Problem details => Reproduce the records below exactly, but only between the lines holding "r_g_internal: float" and "c_oss: float | None = None", inclusive.

Extracted records
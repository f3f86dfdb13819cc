"""Hypothesis strategies: valid designs as plain SI numbers, and writing them out in chosen units."""

from __future__ import annotations

from dataclasses import dataclass, field, replace

import yaml
from hypothesis import strategies as st

#: How each quantity kind is written: the unit and the factor from SI to it. The "scaled" set uses
#: unusual but valid prefixes, for the unit-scale invariance test.
PLAIN_UNITS = {"voltage": ("V", 1.0), "current": ("A", 1.0), "inductance": ("nH", 1e9), "resistance": ("ohm", 1.0),
               "capacitance": ("nF", 1e9), "conductance": ("S", 1.0), "temperature": ("degC", None)}
SCALED_UNITS = {"voltage": ("mV", 1e3), "current": ("kA", 1e-3), "inductance": ("uH", 1e6),
                "resistance": ("megaohm", 1e-6), "capacitance": ("pF", 1e12), "conductance": ("mS", 1e3),
                "temperature": ("K", None)}


@dataclass(frozen=True)
class Toleranced:
    """A nominal value [SI] with a relative tolerance (0 for exact)."""

    nominal: float
    tolerance: float = 0.0


@dataclass(frozen=True)
class SwitchSpec:
    ref: str
    connection: str
    common_source_inductance: float
    gate_on: float
    gate_off: float
    gate_tolerance: float
    r_on: float
    r_off: float


@dataclass(frozen=True)
class DesignSpec:
    """A valid design in SI numbers, before it is written in any units."""

    bus_voltage: Toleranced
    turn_off_current: float
    loop_inductance: Toleranced
    v_ds_max: float
    v_gs_max: float
    v_gs_min: float
    i_d_pulse: float
    v_gs_th: tuple[float, float]
    transconductance: tuple[float, float]
    c_iss: float
    r_g_internal: float
    switches: tuple[SwitchSpec, ...]
    capacitors: tuple[tuple[str, float, float], ...] = field(default=())
    case_temperature: tuple[float, float] = (253.15, 363.15)
    c_rss: float | None = None
    c_oss: float | None = None
    hot_threshold_drop: float | None = None
    recovery: tuple[float, float] | None = None
    driver_cmti: float | None = None


def _between(low: float, high: float) -> st.SearchStrategy[float]:
    return st.floats(low, high, allow_nan=False, allow_infinity=False)


@st.composite
def switch_specs(draw, ref: str) -> SwitchSpec:
    return SwitchSpec(
        ref=ref, connection=draw(st.sampled_from(["kelvin", "shared"])),
        common_source_inductance=draw(_between(0.1e-9, 20e-9)),
        gate_on=draw(_between(15.0, 25.0)), gate_off=draw(_between(-10.0, 0.0)),
        gate_tolerance=draw(_between(0.0, 0.05)), r_on=draw(_between(0.5, 50.0)), r_off=draw(_between(0.5, 50.0)))


@st.composite
def design_specs(draw) -> DesignSpec:
    """Valid designs whose gate drive carries the current: the plateau V_th + I/g_fs stays below
    6 V + 40 A / 5 S = 14 V, under the lowest on-level 15 V - 5 %."""
    threshold_low = draw(_between(0.5, 4.0))
    gfs_low = draw(_between(5.0, 100.0))
    count = draw(st.integers(1, 3))
    capacitors = tuple((f"C{index + 1}", draw(_between(50.0, 2000.0)), draw(_between(1e-6, 1e-3)))
                       for index in range(draw(st.integers(0, 2))))
    return DesignSpec(
        bus_voltage=Toleranced(draw(_between(10.0, 1000.0)), draw(_between(0.0, 0.2))),
        turn_off_current=draw(_between(1.0, 40.0)),
        loop_inductance=Toleranced(draw(_between(1e-9, 100e-9)), draw(_between(0.0, 0.3))),
        v_ds_max=draw(_between(50.0, 1700.0)), v_gs_max=draw(_between(5.0, 30.0)),
        v_gs_min=draw(_between(-30.0, -1.0)), i_d_pulse=draw(_between(10.0, 500.0)),
        v_gs_th=(threshold_low, threshold_low + draw(_between(0.0, 2.0))),
        transconductance=(gfs_low, gfs_low * draw(_between(1.0, 2.0))),
        c_iss=draw(_between(0.1e-9, 20e-9)), r_g_internal=draw(_between(0.1, 10.0)),
        switches=tuple(draw(switch_specs(f"Q{index + 1}")) for index in range(count)),
        capacitors=capacitors,
        c_rss=draw(st.none() | _between(2e-12, 100e-12)),
        c_oss=draw(st.none() | _between(30e-12, 1e-9)),
        hot_threshold_drop=draw(st.none() | _between(0.0, 0.5)),
        recovery=draw(st.none() | st.tuples(_between(10e-9, 1e-6), _between(0.2, 2.0))),
        driver_cmti=draw(st.none() | _between(20e9, 300e9)),
    )


def _written(value: float, kind: str, units: dict) -> str:
    unit, factor = units[kind]
    if factor is None:  # temperatures: kelvin or degC, an offset
        return f"{value!r} K" if unit == "K" else f"{value - 273.15!r} degC"
    return f"{value * factor!r} {unit}"


def _toleranced(value: Toleranced, kind: str, units: dict) -> str | dict:
    if value.tolerance == 0.0:
        return _written(value.nominal, kind, units)
    return {"nominal": _written(value.nominal, kind, units), "tolerance": f"{value.tolerance * 100!r} %"}


def _range(ends: tuple[float, float], kind: str, units: dict) -> dict:
    return {"min": _written(ends[0], kind, units), "max": _written(ends[1], kind, units)}


def design_data(spec: DesignSpec, units: dict = PLAIN_UNITS) -> dict:
    """The design file (as data) for ``spec``, with every quantity written in ``units``."""
    q = lambda value, kind: _written(value, kind, units)  # noqa: E731
    device = {
        "technology": "si-mosfet",
        "ratings": {"v_ds_max": q(spec.v_ds_max, "voltage"), "v_gs_max": q(spec.v_gs_max, "voltage"),
                    "v_gs_min": q(spec.v_gs_min, "voltage"), "i_d_pulse": q(spec.i_d_pulse, "current")},
        "characteristics": {"v_gs_th": _range(spec.v_gs_th, "voltage", units),
                            "transconductance": _range(spec.transconductance, "conductance", units),
                            "c_iss": q(spec.c_iss, "capacitance"), "r_g_internal": q(spec.r_g_internal, "resistance")},
    }
    characteristics = device["characteristics"]
    if spec.c_rss is not None:
        characteristics["c_rss"] = q(spec.c_rss, "capacitance")
    if spec.c_oss is not None:
        characteristics["c_oss"] = q(spec.c_oss, "capacitance")
    if spec.hot_threshold_drop is not None:
        characteristics["v_gs_th_hot"] = {"v_gs_th": _range((spec.v_gs_th[0] - spec.hot_threshold_drop,
                                                              spec.v_gs_th[1]), "voltage", units),
                                          "t_j": _written(423.15, "temperature", units)}
    if spec.recovery is not None:
        characteristics["reverse_recovery"] = {"q_rr": f"{spec.recovery[0] * 1e9!r} nC", "softness": spec.recovery[1]}
    switches = [{
        "ref": switch.ref, "device": "dev", "source_connection": switch.connection,
        "common_source_inductance": q(switch.common_source_inductance, "inductance"),
        "gate_drive": {"on": q(switch.gate_on, "voltage"), "off": q(switch.gate_off, "voltage"),
                       "tolerance": f"{switch.gate_tolerance * 100!r} %",
                       "r_on": q(switch.r_on, "resistance"), "r_off": q(switch.r_off, "resistance")},
        **({"leg": "A"} if len(spec.switches) == 2 else {}),
        **({"driver_cmti": f"{spec.driver_cmti / 1e9!r} V/ns"} if spec.driver_cmti is not None else {}),
    } for switch in spec.switches]
    return {
        "format": "margincheck/1",
        "design": {"title": "generated (property test)"},
        "conditions": {"bus_voltage": _toleranced(spec.bus_voltage, "voltage", units),
                       "turn_off_current": {"max": q(spec.turn_off_current, "current")},
                       "case_temperature": _range(spec.case_temperature, "temperature", units)},
        "commutation_loop": {"inductance": _toleranced(spec.loop_inductance, "inductance", units)},
        "devices": {"dev": device, "spare": dict(device)},  # an unused second device: its order must not matter
        "switches": switches,
        "capacitors": [{"ref": ref, "rated_voltage": q(rated, "voltage"), "capacitance": q(capacitance, "capacitance")}
                       for ref, rated, capacitance in spec.capacitors],
    }


def design_text(data: dict) -> str:
    """YAML text of a design (PyYAML quotes the keys ``on`` and ``off`` itself)."""
    return yaml.safe_dump(data, sort_keys=False, allow_unicode=True)


def scaled(spec: DesignSpec, **factors: float) -> DesignSpec:
    """``spec`` with some quantities multiplied: bus_voltage, loop_inductance, turn_off_current, or a rating."""
    changes = {}
    for name, factor in factors.items():
        value = getattr(spec, name)
        changes[name] = replace(value, nominal=value.nominal * factor) if isinstance(value, Toleranced) \
            else value * factor
    return replace(spec, **changes)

Result below =>
    r_g_internal: float
    switches: tuple[SwitchSpec, ...]
    capacitors: tuple[tuple[str, float, float], ...] = field(default=())
    case_temperature: tuple[float, float] = (253.15, 363.15)
    c_rss: float | None = None
    c_oss: float | None = None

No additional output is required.